Available splitters
Random
- class optunaz.utils.preprocessing.splitter.Random(name='Random', fraction=0.2, seed=1, leave_out=0.0)[source]
Random split.
- Parameters:
name (Literal) –
fraction (float) – Fraction of samples to use for test set. - minimum: 0.0, maximum: 0.999, title: Fraction samples
seed (Optional) – Seed for random number generator, for repeatable splits. - title: Seed for random number generator
leave_out (Optional) – Fraction of samples that will not be used in train or test set, to reduce compute time. - minimum: 0.0, maximum: 0.999, title: Leave out fraction
Temporal
- class optunaz.utils.preprocessing.splitter.Temporal(name='Temporal', fraction=0.2)[source]
Temporal split.
Assumes that the data is sorted, with the oldest entries in the beginning of the file, and the newest entries added at the end.
- split(X, y=None, groups=None)[source]
Splits input and returns indices for train and test sets.
Returns two numpy arrays: one with indices of train set, and one with indices of test set.
Note that scikit-learn splitters return an Iterator that yields (train, test) tuples for multiple splits, here we return only one split.
Stratified
- class optunaz.utils.preprocessing.splitter.Stratified(name='Stratified', fraction=0.2, seed=1, leave_out=0.0, bins='fd_merge')[source]
Real-valued Stratified Shuffle Split.
- Parameters:
name (Literal) –
fraction (float) – Fraction of samples to use for test set. - minimum: 0.0, maximum: 0.999, title: Fraction samples
seed (Optional) – Seed for random number generator, for repeatable splits. - title: Seed for random number generator
leave_out (Optional) – Fraction of samples that will not be used in train or test set, to reduce compute time. - minimum: 0.0, maximum: 0.999, title: Leave out fraction
bins (str) – Algorithm to use for determining histogram bin edges, see numpy.histogram for possible options, or use default ‘fd’ - title: Binning algorithm
This is similar to scikit-learn StratifiedShuffleSplit, but uses histogram binning for real-valued inputs.
If inputs are integers (or strings), this splitter reverts to StratifiedShuffleSplit.
Predefined
- class optunaz.utils.preprocessing.splitter.Predefined(column_name=None, name='Predefined')[source]
Predefined split.
- Parameters:
column_name (str) – Name of the column with labels for splits. Use -1 to denote datapoints for the train set - title: Column Name
name (Literal) –
Splits data based predefined labels in a column. Integers can be used, and -1 flags datapoints for use only in the training set. Data points with missing (NaN) values will be removed from train or test
- split(X, y=None, groups=None)[source]
Splits input and returns indices for train and test sets.
Returns two numpy arrays: one with indices of train set, and one with indices of test set.
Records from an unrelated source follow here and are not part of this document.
class NiftiStream:
    """One NIfTI-1 map written slab by slab along the last axis, as the slabs are fitted.

    NIfTI stores x fastest, so the slab ``z0:z1`` of an (X, Y, Z) map is one contiguous byte range of the
    data block: the slabs are appended in z order. The header comes first in the file but its display range
    (``cal_min`` / ``cal_max``, the finite values' range) is known only at the end, so a ``.nii.gz`` is laid
    out as one ordinary gzip member (RFC 1951/1952) whose first deflate block is a *stored* block holding
    the 352 header bytes (fixed size, so they are rewritten in place at the end), followed by the data
    compressed with ISA-L (raw deflate, level 1) and the trailer (CRC-32 of header and data, joined with
    ``crc32_combine``; length). Any gzip reader reads it. A ``.nii`` is written raw, its header likewise
    rewritten at the end. :meth:`finish` completes the file; the AtomicWriter owns the temporary name.

    Parameters
    ----------
    path : Path
        The temporary file.
    out : OutputFile
        What is written (name, kind, parameter, units, scale); its ``data`` is not used.
    shape : (X, Y, Z) or (X, Y, Z, n) tuple
        A 4D image is written along its last axis (whole 3D volumes: NIfTI stores each one contiguously).
    affine : (4, 4) ndarray
    ref_header : nibabel header or None
        The input's header (qform / sform codes, voxel sizes).
    """

    def __init__(self, path: Path, out: OutputFile, shape: tuple, affine: np.ndarray, ref_header):
        self.path = Path(path)
        self.out = out
        self.shape = tuple(int(s) for s in shape)
        self.affine = np.asarray(affine, float)
        self.header = nifti_header(self.shape, self.affine, ref_header, kind=out.kind, parameter=out.parameter,
                                   units=out.units)
        self.header.set_data_offset(NIFTI1_OFFSET)
        self.header.set_slope_inter(1.0, 0.0)  # as nibabel writes an unscaled float32 / uint8 array
        self.dtype = np.dtype(self.header.get_data_dtype())
        self.gz = self.path.name.endswith(".gz")
        self.z = 0  # slices written so far
        self.finished = False
        self._lo, self._hi = np.inf, -np.inf
        self._crc = 0
        self._size = 0
        self._fh = open(self.path, "wb")  # noqa: SIM115 - closed by finish / close
        self._at = 0  # offset of the header bytes in the file
        if self.gz:
            from isal import isal_zlib

            self._zlib = isal_zlib
            self._fh.write(_GZIP_HEAD)
            # a stored, not final, deflate block (BFINAL 0, BTYPE 00, padded to the byte) of LEN bytes, NLEN = ~LEN
            self._fh.write(bytes([0]) + NIFTI1_OFFSET.to_bytes(2, "little") + (NIFTI1_OFFSET ^ 0xFFFF).to_bytes(2, "little"))
            self._at = self._fh.tell()
            self._deflate = isal_zlib.compressobj(1, isal_zlib.DEFLATED, -15)
        self._fh.write(bytes(NIFTI1_OFFSET))  # the header's place

    def append(self, block: np.ndarray) -> None:
        """Write the next slab (X, Y, k) of the map (values as the fit gives them; ``out.scale`` applied here).

        A 4D image (X, Y, Z, n) is appended along its last axis likewise: blocks (X, Y, Z, k), or (X, Y, Z).
        """
        block = np.asarray(block)
        if block.ndim == len(self.shape) - 1:
            block = block[..., None]
        if block.shape[:-1] != self.shape[:-1] or self.z + block.shape[-1] > self.shape[-1]:
            raise ValueError(f"{self.out.name}: slab {block.shape} does not continue a map of shape {self.shape}")
        data = block if self.out.scale == 1.0 else block * self.out.scale
        arr = np.asarray(data, dtype=self.dtype)
        if self.out.kind != "status" and arr.size:
            # the display range of the finite values: NaN-skipping reductions (no mask), which are that unless
            # an infinity is the extreme (then the masked reductions)
            lo, hi = float(np.fmin.reduce(arr, axis=None)), float(np.fmax.reduce(arr, axis=None))
            if not (math.isfinite(lo) and math.isfinite(hi)):
                finite = np.isfinite(arr)
                lo = float(np.min(arr, where=finite, initial=np.inf)) if finite.any() else np.inf
                hi = float(np.max(arr, where=finite, initial=-np.inf)) if finite.any() else -np.inf
            self._lo = min(self._lo, lo)
            self._hi = max(self._hi, hi)
        try:
            self._put(arr.tobytes(order="F"))
        except OSError as exc:
            raise OutputError(f"cannot write {self.path.parent / self.out.name} ({exc.strerror}); check free space "
                              f"and permissions") from None
        self.z += block.shape[-1]

    def _put(self, raw: bytes) -> None:
        """Compress (``.gz``) and write bytes of the data block."""
        self._size += len(raw)
        if self.gz:
            self._crc = self._zlib.crc32(raw, self._crc)
            raw = self._deflate.compress(raw)
        self._fh.write(raw)

    def finish(self) -> None:
        """Complete the file: the rest of the deflate stream, the header (with the display range), the trailer."""
        if self.finished:
            return
        if self.z != self.shape[-1]:
            raise ValueError(f"{self.out.name}: {self.z} of {self.shape[-1]} slices written")
        if self._lo <= self._hi:
            self.header["cal_min"] = self._lo
            self.header["cal_max"] = self._hi
        head = self.header.binaryblock + bytes(NIFTI1_OFFSET - 348)
        try:
            if self.gz:
                crc = self._zlib.crc32_combine(self._zlib.crc32(head), self._crc, self._size)
                self._fh.write(self._deflate.flush())
                self._fh.write(crc.to_bytes(4, "little") + ((NIFTI1_OFFSET + self._size) & 0xFFFFFFFF).to_bytes(4, "little"))
            self._fh.seek(self._at)
            self._fh.write(head)
            self._fh.close()
            self.finished = True
        except OSError as exc:
            raise OutputError(f"cannot write {self.path.parent / self.out.name} ({exc.strerror}); check free space "
                              f"and permissions") from None

    def close(self) -> None:
        """Close the file without completing it (the writer removes the temporary)."""
        self._fh.close()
Note that scikit-learn splitters return an Iterator that yields (train, test) tuples for multiple splits, here we return only one split.
ScaffoldSplit
- class optunaz.utils.preprocessing.splitter.ScaffoldSplit(bins='fd_merge', random_state=42, make_scaffold_generic=True, butina_cluster=0.4, name='ScaffoldSplit')[source]
Stratified Group K Fold based on chemical scaffold.
- Parameters:
bins (str) – Algorithm to use for determining histogram bin edges, see numpy.histogram for possible options, or use default ‘fd’ - title: Binning algorithm
random_state (Optional) –
make_scaffold_generic (bool) – Makes Murcko scaffolds generic by removing hetero-atoms - title: Make scaffold generic
butina_cluster (float) – Butina clustering to aggregate scaffolds into shared folds. Elements within this cluster range are considered neighbors, increasing test difficulty. 0.0 turns Butina clustering off - minimum: 0.0, maximum: 1.0, title: Cluster threshold
name (Literal) –
Splits data based chemical (Murcko) scaffolds for the compounds in the user input data. This emulates the real-world scenario when models are applied to novel chemical space
- split(X, y=None, groups=None)[source]
Splits input and returns indices for train and test sets.
Returns two numpy arrays: one with indices of train set, and one with indices of test set.
Note that scikit-learn splitters return an Iterator that yields (train, test) tuples for multiple splits, here we return only one split.